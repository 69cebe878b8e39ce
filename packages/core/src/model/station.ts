/**
 * The station as the discharge engine consumes it: every quantity in SI units,
 * every default already applied, every geometry already reduced to circuit numbers.
 *
 * This is the contract between the layers:
 *   design file --(design/)--> Station --(solve/)--> ShotResult --(analysis/, report/)--> verdict, text, plots
 * Geometry (magnetics/) and magnetic circuits fill the `coil`, `coupled`, `loopMutual_H`
 * and `probes` fields; the engine never sees millimetres or turns.
 *
 * Circuit (see docs/model.md):
 *   bank (C, ESR, ESL) -> switch -> [diode at bank end] -> cable (R_w, L_w) -> [diode at fixture end] -> coil (L_1, R_1(T))
 *   coil magnetically coupled to n shorted loops (L_k, R_k(T_k), M_1k, M_jk).
 */

/** Capacitor bank. */
export interface Bank {
  /** Capacitance, F. */
  capacitance_F: number;
  /** Charge voltage at the moment of firing, V (> 0). */
  voltage_V: number;
  /** Equivalent series resistance, Ω (>= 0). */
  esr_Ohm: number;
  /** Equivalent series inductance, H (>= 0). */
  esl_H: number;
}

/** The firing switch. */
export interface Switch {
  /**
   * `thyristor`: conducts forward only, turns off at current zero and blocks reverse.
   * `bidirectional`: thyristor with antiparallel diode; the circuit rings on (demagnetizing pulse).
   */
  kind: 'thyristor' | 'bidirectional';
  /** On-state threshold voltage V_T0, V (>= 0). */
  thresholdVoltage_V: number;
  /** On-state slope resistance r_T, Ω (>= 0). */
  slopeResistance_Ohm: number;
}

/** Freewheel ("crowbar") diode across the load. */
export interface Freewheel {
  /** `bank`: across the bank+switch output, before the cable; `fixture`: across the coil terminals, after the cable. */
  position: 'bank' | 'fixture';
  /** Forward threshold voltage V_F0, V (>= 0). */
  thresholdVoltage_V: number;
  /** Forward slope resistance r_F, Ω (>= 0). */
  slopeResistance_Ohm: number;
}

/** Cable or bus bars between the bank and the fixture (both conductors, go and return). */
export interface Cable {
  /** Ω (>= 0). */
  resistance_Ohm: number;
  /** H (>= 0). */
  inductance_H: number;
}

/** Adiabatic thermal state of a conductor: R(T) = R20·(1 + α20·(T − 20 °C)), C_th·dT/dt = i²·R(T). */
export interface ThermalConductor {
  /** Resistance at 20 °C, Ω (> 0 for the coil, >= 0 for loops). */
  resistance20_Ohm: number;
  /** Temperature coefficient of resistance at 20 °C, 1/K. */
  tempCoeff_perK: number;
  /** Heat capacity of the conductor (mass × specific heat), J/K (> 0). */
  heatCapacity_JpK: number;
  /** Temperature at the moment of firing, °C. */
  initialTemperature_C: number;
}

/** Optional nonlinear flux linkage of the coil (iron-yoke fixtures). When present it replaces `inductance_H` for the coil's own flux. */
export interface NonlinearCoil {
  /** Flux linkage λ(i), Wb-turns, odd and monotone in i. */
  fluxLinkage_Wb(i_A: number): number;
  /** Incremental inductance dλ/di, H (> 0). */
  incrementalInductance_H(i_A: number): number;
  /** Field at the part as a function of coil current, A/m. */
  fieldAtPart_Apm(i_A: number): number;
  /** Magnetic co-energy ∫0^i λ di', J (for the energy balance). Magnetic energy is i·λ − co-energy. */
  coEnergy_J(i_A: number): number;
}

/** The fixture coil (the load). */
export interface Coil extends ThermalConductor {
  /** Self inductance L_1, H (> 0). Used for the linear model; for a yoke fixture, the small-current value. */
  inductance_H: number;
  /** Conductor material, when known (used by heating checks and reports). */
  conductor?: 'copper' | 'aluminium';
  /** Conductor mass, kg, when known. */
  mass_kg?: number;
  /** Conductor cross-section of one turn, m², when known (IEC 60949 check). */
  conductorArea_m2?: number;
  /** Conductor length, m, when known. */
  conductorLength_m?: number;
  /** Nonlinear flux linkage (iron yoke). Absent for air-core coils. */
  nonlinear?: NonlinearCoil;
}

/** A shorted loop magnetically coupled to the coil: a shell of a conductive body, a shorted winding, etc. */
export interface CoupledLoop extends ThermalConductor {
  /** Name for reports, e.g. "part shell 3", "sleeve". */
  name: string;
  /** Self inductance L_k, H (> 0). */
  inductance_H: number;
  /** Mutual inductance to the coil M_1k, H (sign by the same current convention as the coil). */
  mutualToCoil_H: number;
}

/** A point where the field is reported: field = coil_ApmPerA·i_coil + Σ loops_ApmPerA[k]·i_k. */
export interface FieldProbe {
  /** e.g. "part", "part centre", "part surface". probes[0] is the part's reference point. */
  name: string;
  /** Axial field per ampere of coil current, (A/m)/A. */
  coil_ApmPerA: number;
  /** Field per ampere of each coupled loop, (A/m)/A; length = coupled.length. */
  loops_ApmPerA: number[];
}

/** Integration settings. */
export interface SolverSettings {
  /** Relative tolerance of the integrator (default 1e-9). */
  relTol: number;
  /** Absolute tolerance, scaled per state by the engine (default 1e-9 relative to the state's scale). */
  absTol: number;
  /** Step limit per phase. */
  maxSteps: number;
  /** Hard stop, s: the shot ends here whatever the state. */
  tMax_s: number;
  /** Event location tolerance, s. */
  eventTol_s: number;
  /** Integrator choice: `auto` picks by stiffness. */
  method: 'auto' | 'odex' | 'stiff';
  /** Number of waveform samples stored (dense output on a uniform grid plus every event). 0: figures only. */
  samples: number;
}

/** A whole station in SI units. */
export interface Station {
  name: string;
  bank: Bank;
  switch: Switch;
  /** null: no freewheel diode. */
  freewheel: Freewheel | null;
  cable: Cable;
  coil: Coil;
  /** Shorted loops coupled to the coil (may be empty). */
  coupled: CoupledLoop[];
  /** Mutual inductances between loops, n×n symmetric; the diagonal is ignored (self is in CoupledLoop.inductance_H). Empty when n = 0. */
  loopMutual_H: number[][];
  /** Field probes; probes[0] is the part. At least one. */
  probes: FieldProbe[];
  solver: SolverSettings;
}

/** Defaults of the solver settings, defined once (the design schema reuses them). */
export const DEFAULT_SOLVER: SolverSettings = {
  relTol: 1e-9,
  absTol: 1e-9,
  maxSteps: 100_000,
  tMax_s: 1,
  eventTol_s: 1e-12,
  method: 'auto',
  samples: 2000,
};
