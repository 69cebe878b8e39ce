import { describe, expect, it } from 'vitest';
import { DIMENSIONS, describeDimension, parseQuantity, QuantityError, tryParseQuantity, type Dimension } from './quantity.js';

// Expected values are the SI definitions of the prefixes and units (BIPM SI Brochure, 9th ed.):
// u = 1e-6, m = 1e-3, k = 1e3, M = 1e6; T[°C] = T[K] − 273.15; T[°C] = (T[°F] − 32)·5/9.
// Tolerance: exact after rounding to 15 significant digits, except where a conversion factor
// is non-terminating (°F), checked to 1e-12 relative.
describe('parseQuantity(input, dimension) converts to SI (BIPM SI prefixes and units)', () => {
  const cases: [string, Dimension, number][] = [
    ['2200 uF', 'capacitance', 2.2e-3],
    ['1.8 kV', 'voltage', 1800],
    ['35 mohm', 'resistance', 0.035],
    ['12 uH', 'inductance', 12e-6],
    ['40 degC', 'temperature', 40],
    ['2.4 MA/m', 'fieldStrength', 2.4e6],
    ['95 A/m/A', 'fieldPerCurrent', 95],
    ['2.1 kg', 'mass', 2.1],
    ['1.5 mm', 'length', 1.5e-3],
    ['385 J/(kg K)', 'specificHeat', 385],
    ['0.2 µH', 'inductance', 0.2e-6],
    ['0.2 μH', 'inductance', 0.2e-6],
    ['4 mΩ', 'resistance', 4e-3],
    ['4 mOhm', 'resistance', 4e-3],
    ['2.2mF', 'capacitance', 2.2e-3],
    ['1.6kV', 'voltage', 1600],
    ['2.5 mm^2', 'area', 2.5e-6],
    ['240 cm^3', 'volume', 240e-6],
    ['0.00393 /K', 'tempCoeff', 0.00393],
    ['8890 kg/m^3', 'density', 8890],
    ['1.7241e-8 ohm m', 'resistivity', 1.7241e-8],
    ['6 /min', 'frequency', 0.1],
    ['200 A/us', 'currentRate', 2e8],
    ['2e6 A^2 s', 'i2t', 2e6],
    ['3.45e6 J/(K m^3)', 'volumetricHeatCapacity', 3.45e6],
    ['5 %', 'dimensionless', 0.05],
    ['0.8', 'dimensionless', 0.8],
    ['2200e-6', 'capacitance', 2.2e-3],
  ];
  for (const [text, dim, si] of cases) {
    it(`"${text}" as ${dim} -> ${si}`, () => {
      expect(parseQuantity(text, dim)).toBe(si);
    });
  }

  it('every DIMENSIONS example parses to its own dimension', () => {
    for (const key of Object.keys(DIMENSIONS) as Dimension[]) {
      const r = tryParseQuantity(DIMENSIONS[key].example, key);
      expect(r, key).toMatchObject({ ok: true });
    }
  });

  it('a plain number is taken as SI', () => {
    expect(parseQuantity(0.0022, 'capacitance')).toBe(0.0022);
    expect(parseQuantity(-3e-6, 'inductance')).toBe(-3e-6);
  });
});

describe('temperatures come out in °C (T[°C] = T[K] − 273.15, BIPM)', () => {
  it('K and degF convert to °C', () => {
    expect(parseQuantity('313.15 K', 'temperature')).toBeCloseTo(40, 12);
    expect(parseQuantity('104 degF', 'temperature')).toBeCloseTo(40, 12);
    expect(parseQuantity('40 °C', 'temperature')).toBe(40);
    expect(parseQuantity(25, 'temperature')).toBe(25);
  });
  it('a temperature difference counts K and degC 1:1 and degF 5/9', () => {
    expect(parseQuantity('60 K', 'temperatureDifference')).toBe(60);
    expect(parseQuantity('60 degC', 'temperatureDifference')).toBe(60);
    expect(parseQuantity('9 degF', 'temperatureDifference')).toBeCloseTo(5, 12);
  });
});

describe('tryParseQuantity rejects bad input with the expectation', () => {
  it('wrong dimension names what it got and what was expected', () => {
    const r = tryParseQuantity('2 kV', 'capacitance');
    expect(r.ok).toBe(false);
    if (r.ok) return;
    expect(r.code).toBe('quantity.dimension');
    expect(r.reason).toContain('"2 kV"');
    expect(r.reason).toContain('a voltage (V)');
    expect(r.expected).toBe('a capacitance (F), e.g. 2200 uF');
  });
  it('NaN and Infinity are rejected, as numbers and as strings', () => {
    for (const bad of [NaN, Infinity, -Infinity, 'NaN', 'Infinity', '.inf', '1e400 F']) {
      const r = tryParseQuantity(bad, 'capacitance');
      expect(r, String(bad)).toMatchObject({ ok: false, code: 'quantity.not-finite' });
    }
  });
  it('unknown unit, with a suggested spelling when a case change fixes it', () => {
    const r = tryParseQuantity('1.8 KV', 'voltage');
    expect(r).toMatchObject({ ok: false, code: 'quantity.unknown-unit', suggestion: '1.8 kV' });
    expect(tryParseQuantity('2200 uFF', 'capacitance')).toMatchObject({ ok: false, code: 'quantity.unknown-unit' });
  });
  it('non-numbers and wrong types', () => {
    expect(tryParseQuantity('kV', 'voltage')).toMatchObject({ ok: false, code: 'quantity.syntax' });
    expect(tryParseQuantity('', 'voltage')).toMatchObject({ ok: false, code: 'quantity.syntax' });
    expect(tryParseQuantity(true, 'voltage')).toMatchObject({ ok: false, code: 'quantity.type' });
    expect(tryParseQuantity(null, 'voltage')).toMatchObject({ ok: false, code: 'quantity.type' });
    expect(tryParseQuantity('5 %', 'voltage')).toMatchObject({ ok: false, code: 'quantity.dimension' });
  });
  it('parseQuantity throws QuantityError with the same facts', () => {
    expect(() => parseQuantity('35 mH', 'resistance')).toThrow(QuantityError);
    try {
      parseQuantity('35 mH', 'resistance');
    } catch (e) {
      expect((e as QuantityError).code).toBe('quantity.dimension');
      expect((e as QuantityError).message).toContain('an inductance (H)');
      expect((e as QuantityError).message).toContain(describeDimension('resistance'));
    }
  });
});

+ + + +

For the records above, tally the lines in which "example" appears, and give the number by itself.

2